Problem details -> Search the entries below for the string "normal" and copy the lines that hold it.

Data provided ->
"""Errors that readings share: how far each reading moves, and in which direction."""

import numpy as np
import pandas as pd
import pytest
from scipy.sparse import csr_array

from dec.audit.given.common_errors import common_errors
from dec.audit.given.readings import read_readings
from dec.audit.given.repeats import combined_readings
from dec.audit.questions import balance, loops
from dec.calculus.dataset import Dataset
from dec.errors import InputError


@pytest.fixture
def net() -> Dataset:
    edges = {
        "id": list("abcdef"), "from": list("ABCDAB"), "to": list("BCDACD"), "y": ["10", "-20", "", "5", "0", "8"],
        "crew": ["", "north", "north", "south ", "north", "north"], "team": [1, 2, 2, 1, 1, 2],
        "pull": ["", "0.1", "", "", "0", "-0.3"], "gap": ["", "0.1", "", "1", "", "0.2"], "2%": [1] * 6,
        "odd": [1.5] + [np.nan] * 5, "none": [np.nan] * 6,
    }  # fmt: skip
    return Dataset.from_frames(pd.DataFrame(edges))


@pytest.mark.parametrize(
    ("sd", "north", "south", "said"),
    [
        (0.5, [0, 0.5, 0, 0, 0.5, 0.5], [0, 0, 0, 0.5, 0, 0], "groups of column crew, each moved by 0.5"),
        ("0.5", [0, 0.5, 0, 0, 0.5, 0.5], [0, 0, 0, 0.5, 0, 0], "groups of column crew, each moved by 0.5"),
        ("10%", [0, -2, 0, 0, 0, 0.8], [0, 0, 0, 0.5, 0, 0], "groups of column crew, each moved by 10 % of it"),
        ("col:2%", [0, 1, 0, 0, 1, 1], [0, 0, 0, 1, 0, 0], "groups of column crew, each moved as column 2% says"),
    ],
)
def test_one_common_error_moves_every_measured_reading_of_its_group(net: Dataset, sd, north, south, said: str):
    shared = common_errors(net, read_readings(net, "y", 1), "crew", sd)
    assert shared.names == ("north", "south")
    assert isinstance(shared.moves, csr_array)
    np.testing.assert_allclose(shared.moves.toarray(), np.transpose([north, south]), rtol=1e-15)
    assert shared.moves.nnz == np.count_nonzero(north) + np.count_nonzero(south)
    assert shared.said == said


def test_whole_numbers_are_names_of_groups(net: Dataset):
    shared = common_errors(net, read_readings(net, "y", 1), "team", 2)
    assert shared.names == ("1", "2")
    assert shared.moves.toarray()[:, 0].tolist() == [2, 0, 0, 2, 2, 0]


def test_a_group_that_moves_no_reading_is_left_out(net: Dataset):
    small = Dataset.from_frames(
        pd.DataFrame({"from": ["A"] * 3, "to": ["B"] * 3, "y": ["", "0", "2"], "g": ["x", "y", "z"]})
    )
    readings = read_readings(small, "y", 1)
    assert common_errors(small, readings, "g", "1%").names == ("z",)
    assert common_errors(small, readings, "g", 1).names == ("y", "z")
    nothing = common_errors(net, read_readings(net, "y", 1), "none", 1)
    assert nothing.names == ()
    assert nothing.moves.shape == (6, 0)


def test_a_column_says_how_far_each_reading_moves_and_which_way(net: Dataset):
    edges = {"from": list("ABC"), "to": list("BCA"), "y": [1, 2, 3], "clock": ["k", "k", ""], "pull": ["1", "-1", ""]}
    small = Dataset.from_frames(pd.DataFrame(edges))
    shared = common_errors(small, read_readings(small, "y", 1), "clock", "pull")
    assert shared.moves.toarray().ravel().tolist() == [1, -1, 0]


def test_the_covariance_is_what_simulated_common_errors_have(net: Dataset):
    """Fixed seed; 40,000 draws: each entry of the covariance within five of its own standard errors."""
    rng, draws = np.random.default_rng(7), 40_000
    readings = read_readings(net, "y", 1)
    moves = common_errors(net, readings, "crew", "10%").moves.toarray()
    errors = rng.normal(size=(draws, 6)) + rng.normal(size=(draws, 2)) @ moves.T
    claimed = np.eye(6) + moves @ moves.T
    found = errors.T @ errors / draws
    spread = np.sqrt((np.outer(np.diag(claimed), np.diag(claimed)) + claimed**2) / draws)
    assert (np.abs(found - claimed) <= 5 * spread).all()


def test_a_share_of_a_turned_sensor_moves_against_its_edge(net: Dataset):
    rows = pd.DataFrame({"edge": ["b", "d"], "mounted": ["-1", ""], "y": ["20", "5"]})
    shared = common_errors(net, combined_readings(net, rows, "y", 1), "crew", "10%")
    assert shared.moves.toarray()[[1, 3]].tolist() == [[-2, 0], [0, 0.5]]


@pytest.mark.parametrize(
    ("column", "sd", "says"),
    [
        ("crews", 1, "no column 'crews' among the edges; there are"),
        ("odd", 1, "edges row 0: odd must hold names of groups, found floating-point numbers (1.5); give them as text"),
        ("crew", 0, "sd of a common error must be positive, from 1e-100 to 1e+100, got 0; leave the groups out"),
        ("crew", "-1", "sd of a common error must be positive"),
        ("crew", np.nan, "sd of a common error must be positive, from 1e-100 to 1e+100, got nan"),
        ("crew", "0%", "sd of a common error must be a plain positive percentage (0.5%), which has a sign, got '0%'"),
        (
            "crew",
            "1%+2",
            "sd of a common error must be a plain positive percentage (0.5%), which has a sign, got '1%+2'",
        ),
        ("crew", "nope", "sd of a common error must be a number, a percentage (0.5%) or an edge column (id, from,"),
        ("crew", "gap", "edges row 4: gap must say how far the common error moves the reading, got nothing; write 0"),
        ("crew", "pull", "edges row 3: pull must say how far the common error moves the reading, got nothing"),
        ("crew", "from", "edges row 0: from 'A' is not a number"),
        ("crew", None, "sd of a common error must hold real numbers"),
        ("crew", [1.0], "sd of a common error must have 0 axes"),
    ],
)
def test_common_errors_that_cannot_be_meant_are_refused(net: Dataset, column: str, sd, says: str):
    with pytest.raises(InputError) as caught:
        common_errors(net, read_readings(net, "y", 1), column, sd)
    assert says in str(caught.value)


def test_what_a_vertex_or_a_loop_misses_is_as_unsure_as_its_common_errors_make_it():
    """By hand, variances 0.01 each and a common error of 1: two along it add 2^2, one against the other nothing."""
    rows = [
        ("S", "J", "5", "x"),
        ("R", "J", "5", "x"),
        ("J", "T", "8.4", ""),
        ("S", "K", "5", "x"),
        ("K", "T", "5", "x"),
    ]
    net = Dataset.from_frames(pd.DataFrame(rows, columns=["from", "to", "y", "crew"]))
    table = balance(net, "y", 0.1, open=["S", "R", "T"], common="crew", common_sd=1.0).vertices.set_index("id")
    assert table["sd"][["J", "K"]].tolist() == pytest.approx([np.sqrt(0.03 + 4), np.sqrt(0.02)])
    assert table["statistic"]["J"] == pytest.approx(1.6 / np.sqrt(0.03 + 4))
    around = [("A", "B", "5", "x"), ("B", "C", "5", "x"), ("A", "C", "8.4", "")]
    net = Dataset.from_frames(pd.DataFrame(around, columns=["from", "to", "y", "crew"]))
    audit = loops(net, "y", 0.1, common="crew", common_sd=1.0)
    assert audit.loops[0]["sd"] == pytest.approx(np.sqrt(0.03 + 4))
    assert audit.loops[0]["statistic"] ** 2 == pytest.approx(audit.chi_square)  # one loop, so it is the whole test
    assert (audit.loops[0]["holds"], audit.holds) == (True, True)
==
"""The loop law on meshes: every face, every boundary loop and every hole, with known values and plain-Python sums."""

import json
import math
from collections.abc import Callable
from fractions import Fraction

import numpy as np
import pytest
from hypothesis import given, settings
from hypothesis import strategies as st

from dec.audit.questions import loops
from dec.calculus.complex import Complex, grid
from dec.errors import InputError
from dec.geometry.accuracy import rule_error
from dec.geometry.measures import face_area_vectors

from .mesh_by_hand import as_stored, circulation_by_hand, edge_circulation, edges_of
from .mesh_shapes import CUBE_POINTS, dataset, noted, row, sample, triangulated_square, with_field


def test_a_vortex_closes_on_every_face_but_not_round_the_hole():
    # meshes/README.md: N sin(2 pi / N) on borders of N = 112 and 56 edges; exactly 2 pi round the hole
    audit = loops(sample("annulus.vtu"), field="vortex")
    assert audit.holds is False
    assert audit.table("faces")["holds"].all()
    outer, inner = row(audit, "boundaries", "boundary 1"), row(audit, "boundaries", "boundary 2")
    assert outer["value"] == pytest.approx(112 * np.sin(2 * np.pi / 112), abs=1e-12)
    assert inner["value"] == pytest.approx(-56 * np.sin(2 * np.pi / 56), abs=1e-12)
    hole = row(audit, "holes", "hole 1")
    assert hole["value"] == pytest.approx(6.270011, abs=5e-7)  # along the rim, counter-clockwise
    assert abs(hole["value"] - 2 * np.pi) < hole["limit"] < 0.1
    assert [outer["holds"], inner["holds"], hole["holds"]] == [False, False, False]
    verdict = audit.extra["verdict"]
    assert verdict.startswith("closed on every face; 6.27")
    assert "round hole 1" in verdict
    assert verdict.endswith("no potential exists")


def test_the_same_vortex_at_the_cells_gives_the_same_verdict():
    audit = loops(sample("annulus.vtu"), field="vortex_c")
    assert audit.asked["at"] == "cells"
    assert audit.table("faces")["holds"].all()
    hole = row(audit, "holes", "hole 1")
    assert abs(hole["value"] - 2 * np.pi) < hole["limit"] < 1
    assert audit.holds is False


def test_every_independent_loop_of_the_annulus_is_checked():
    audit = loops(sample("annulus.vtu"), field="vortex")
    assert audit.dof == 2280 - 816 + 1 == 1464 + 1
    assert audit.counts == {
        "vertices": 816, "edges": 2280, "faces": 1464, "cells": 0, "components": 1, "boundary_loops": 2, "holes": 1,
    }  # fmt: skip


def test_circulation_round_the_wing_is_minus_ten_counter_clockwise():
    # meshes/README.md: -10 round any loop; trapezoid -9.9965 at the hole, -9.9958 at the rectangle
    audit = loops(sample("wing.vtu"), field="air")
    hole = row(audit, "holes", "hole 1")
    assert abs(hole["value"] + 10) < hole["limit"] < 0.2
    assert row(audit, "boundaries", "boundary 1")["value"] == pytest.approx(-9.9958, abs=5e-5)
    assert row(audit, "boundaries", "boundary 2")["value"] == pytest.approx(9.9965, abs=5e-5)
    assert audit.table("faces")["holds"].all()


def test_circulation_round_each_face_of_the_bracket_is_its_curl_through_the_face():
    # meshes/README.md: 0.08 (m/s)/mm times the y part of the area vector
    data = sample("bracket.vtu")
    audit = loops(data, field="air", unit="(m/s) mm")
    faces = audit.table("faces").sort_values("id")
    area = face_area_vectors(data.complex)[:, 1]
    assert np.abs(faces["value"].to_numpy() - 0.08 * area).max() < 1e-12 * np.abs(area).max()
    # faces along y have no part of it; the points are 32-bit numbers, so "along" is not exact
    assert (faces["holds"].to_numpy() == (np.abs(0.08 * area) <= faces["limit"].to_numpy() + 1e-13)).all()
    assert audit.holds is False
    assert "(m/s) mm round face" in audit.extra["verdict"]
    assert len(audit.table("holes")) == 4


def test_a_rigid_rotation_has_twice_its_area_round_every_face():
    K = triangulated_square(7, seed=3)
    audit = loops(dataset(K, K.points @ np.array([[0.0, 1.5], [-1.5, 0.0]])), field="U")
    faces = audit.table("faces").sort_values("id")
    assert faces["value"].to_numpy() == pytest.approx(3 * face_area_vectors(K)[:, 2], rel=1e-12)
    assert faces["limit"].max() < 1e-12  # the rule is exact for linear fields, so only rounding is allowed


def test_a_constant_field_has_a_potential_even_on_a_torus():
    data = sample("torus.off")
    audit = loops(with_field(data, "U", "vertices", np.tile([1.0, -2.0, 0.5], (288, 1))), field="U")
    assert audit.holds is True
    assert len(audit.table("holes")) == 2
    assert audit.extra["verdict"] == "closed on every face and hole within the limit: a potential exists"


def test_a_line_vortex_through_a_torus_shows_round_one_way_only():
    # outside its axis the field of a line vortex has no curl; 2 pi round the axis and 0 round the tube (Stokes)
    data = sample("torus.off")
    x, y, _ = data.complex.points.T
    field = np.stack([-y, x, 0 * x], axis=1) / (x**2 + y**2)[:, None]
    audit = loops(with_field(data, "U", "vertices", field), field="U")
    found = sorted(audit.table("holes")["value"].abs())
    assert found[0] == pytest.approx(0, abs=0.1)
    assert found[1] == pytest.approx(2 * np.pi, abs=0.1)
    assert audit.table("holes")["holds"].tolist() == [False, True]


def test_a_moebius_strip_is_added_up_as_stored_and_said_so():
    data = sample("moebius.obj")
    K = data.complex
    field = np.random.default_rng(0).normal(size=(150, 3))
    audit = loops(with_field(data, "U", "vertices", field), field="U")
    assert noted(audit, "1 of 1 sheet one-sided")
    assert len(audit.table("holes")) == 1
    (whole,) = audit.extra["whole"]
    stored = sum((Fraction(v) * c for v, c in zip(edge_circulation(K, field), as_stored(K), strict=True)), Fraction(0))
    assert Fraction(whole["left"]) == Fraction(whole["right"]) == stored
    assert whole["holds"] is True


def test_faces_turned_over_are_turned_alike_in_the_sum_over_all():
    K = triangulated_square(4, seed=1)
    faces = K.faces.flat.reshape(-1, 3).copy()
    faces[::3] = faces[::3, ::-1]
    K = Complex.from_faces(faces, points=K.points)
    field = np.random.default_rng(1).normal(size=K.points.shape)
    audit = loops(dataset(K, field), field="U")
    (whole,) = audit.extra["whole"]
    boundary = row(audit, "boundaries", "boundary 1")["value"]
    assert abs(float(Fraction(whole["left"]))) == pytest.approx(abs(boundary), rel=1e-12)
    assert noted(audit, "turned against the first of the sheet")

Written solution ->
    errors = rng.normal(size=(draws, 6)) + rng.normal(size=(draws, 2)) @ moves.T
    field = np.random.default_rng(0).normal(size=(150, 3))
    field = np.random.default_rng(1).normal(size=K.points.shape)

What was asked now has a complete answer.